# Mantid problem!!! please help!



## mantidfromhell (Jul 16, 2011)

so i caught a greenish,pale Stagmomantis californica a week ago. it was doing good but then it sopped being active yesterday, it can barely hold on to the plants and screen inside of its terrarium and it wont catch any insects anymore. im thinking it might either:A) Moly or B) Die. please help me!! i believe it might be a L3 mantid.


----------



## mantidfromhell (Jul 16, 2011)

oops i meant molt instead of molly sorrry


----------



## PhilinYuma (Jul 16, 2011)

Mantids From heck said:


> so i caught a greenish,pale Stagmomantis californica a week ago. it was doing good but then it sopped being active yesterday, it can barely hold on to the plants and screen inside of its terrarium and it wont catch any insects anymore. im thinking it might either:A) Moly or B) Die. please help me!! i believe it might be a L3 mantid.


I think that you are right. Let us know which!


----------



## ismart (Jul 16, 2011)

Sounds like a molt. I would keep the humidity up during this time.
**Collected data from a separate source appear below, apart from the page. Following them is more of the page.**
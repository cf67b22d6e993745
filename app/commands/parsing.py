"""The words of the command line."""

import argparse
from pathlib import Path

from app.commands import book, files, opening, record

__all__ = ["parser"]

_EXAMPLES = """\
examples:
  thirdjournal                                open the window on your own shop's record
  thirdjournal demo --folder demo             make the invented demo shop there, and open it
  thirdjournal check compressor.json          judge a job file, without any record
  thirdjournal traveler pump.json -o pump.pdf write a job's traveler
  thirdjournal verify demo                    recompute a record and compare
  thirdjournal handbook holding_torque        formula, source, range and tests of a number
  thirdjournal backup demo --to /media/stick  write a backup there, verified

exit status: 0 every rule within, 1 anything outside, in doubt or not judged, 2 unusable input
"""


def parser() -> argparse.ArgumentParser:
    """Say which commands there are, and what each takes."""
    made = argparse.ArgumentParser(
        prog="thirdjournal",
        description="Build and runout logbook for rotors whose parts are shrunk onto the shaft.",
        epilog=_EXAMPLES,
        formatter_class=argparse.RawDescriptionHelpFormatter,
    )
    made.add_argument(
        "--shop",
        type=Path,
        metavar="FOLDER",
        help="folder of the shop's record (default: the user's data folder)",
    )
    made.set_defaults(run=opening.window)
    commands = made.add_subparsers(title="commands", metavar="")

    demo = commands.add_parser("demo", help="make the invented demo shop, say what was found")
    demo.add_argument(
        "--folder", type=Path, metavar="F", help="where to make it (default: a new folder here)"
    )
    demo.add_argument("--no-window", action="store_true", help="make it, and open nothing")
    demo.set_defaults(run=opening.demo)

    check = commands.add_parser("check", help="judge a job file without a record")
    check.add_argument("jobfile", type=Path)
    check.add_argument("--json", action="store_true", help="every finding, with its SI values")
    check.set_defaults(run=files.check)

    traveler = commands.add_parser("traveler", help="write the traveler of a job file")
    traveler.add_argument("jobfile", type=Path)
    traveler.add_argument("-o", "--output", type=Path, required=True, metavar="OUT.pdf")
    traveler.set_defaults(run=files.traveler)
    moved = commands.add_parser(
        "in-service", help="compare a rotor as received with what an earlier job left"
    )
    moved.add_argument("earlier", type=Path, metavar="EARLIER", help="job file of the build")
    moved.add_argument("present", type=Path, metavar="PRESENT", help="job file it came back in")
    moved.set_defaults(run=files.in_service)
    verify = commands.add_parser(
        "verify", help="recompute a record from its rows and say what does not hold"
    )
    verify.add_argument(
        "record",
        type=Path,
        metavar="SHOP_OR_FILE",
        help="folder of the record, or a job file that carries its chain",
    )
    verify.add_argument("--job", metavar="NUMBER", help="one job only; “the shop” is its own chain")
    verify.add_argument(
        "--head", metavar="N:DIGEST", help="a head of that job, as a traveler prints it"
    )
    verify.set_defaults(run=record.verify)
    handbook = commands.add_parser(
        "handbook", help="list every rule and formula with source, range and tests"
    )
    handbook.add_argument(
        "words", nargs="*", metavar="WORD", help="a rule, a formula, a number's name, or words"
    )
    handbook.add_argument("--json", action="store_true", help="the entries as plain data")
    handbook.set_defaults(run=book.handbook)
    backup = commands.add_parser("backup", help="write a backup of a record, and compare it")
    backup.add_argument("record", type=Path, metavar="SHOP", help="folder of the record")
    backup.add_argument(
        "--to", type=Path, metavar="FOLDER", help="where (default: backups beside the record)"
    )
    backup.set_defaults(run=record.backup)
    restore = commands.add_parser(
        "restore", help="put a record back to a backup; what stands there is set aside"
    )
    restore.add_argument("backup", type=Path, metavar="BACKUP")
    restore.add_argument("record", type=Path, metavar="SHOP", help="folder of the record")
    restore.add_argument(
        "--look", action="store_true", help="only say what it holds and what would be left behind"
    )
    restore.set_defaults(run=record.restore)

    export = commands.add_parser("export", help="write a job file with the job's chain")
    export.add_argument("record", type=Path, metavar="SHOP", help="folder of the record")
    export.add_argument("job", metavar="NUMBER")
    export.add_argument("-o", "--output", type=Path, required=True, metavar="FILE")
    export.set_defaults(run=record.export)

    take = commands.add_parser(
        "take-in", help="lay a job file with its chain down in another shop's record"
    )
    take.add_argument("jobfile", type=Path)
    take.add_argument("record", type=Path, metavar="SHOP", help="folder of the record")
    take.add_argument("--by", metavar="PERSON", required=True, help="key of who takes it in")
    take.set_defaults(run=record.take_in)
    return made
Let us know what the out come maybe?


----------



## hibiscusmile (Jul 16, 2011)

Could be either, make sure it has enough to drink


----------



## crucis (Jul 16, 2011)

If it can't really hold on to anything in the terrarium, you could consider adding some medium it could grip.. paper towels or dry branches/sticks would be easiest i think.

All the best..!!


----------



## mantidfromhell (Jul 16, 2011)

thing is.. he looked healthy for the first few days, and well i really hope its a molt because i only have one shot at prayingmantises because i catch them. and they are hard to find over here


----------



## mantidfromhell (Jul 17, 2011)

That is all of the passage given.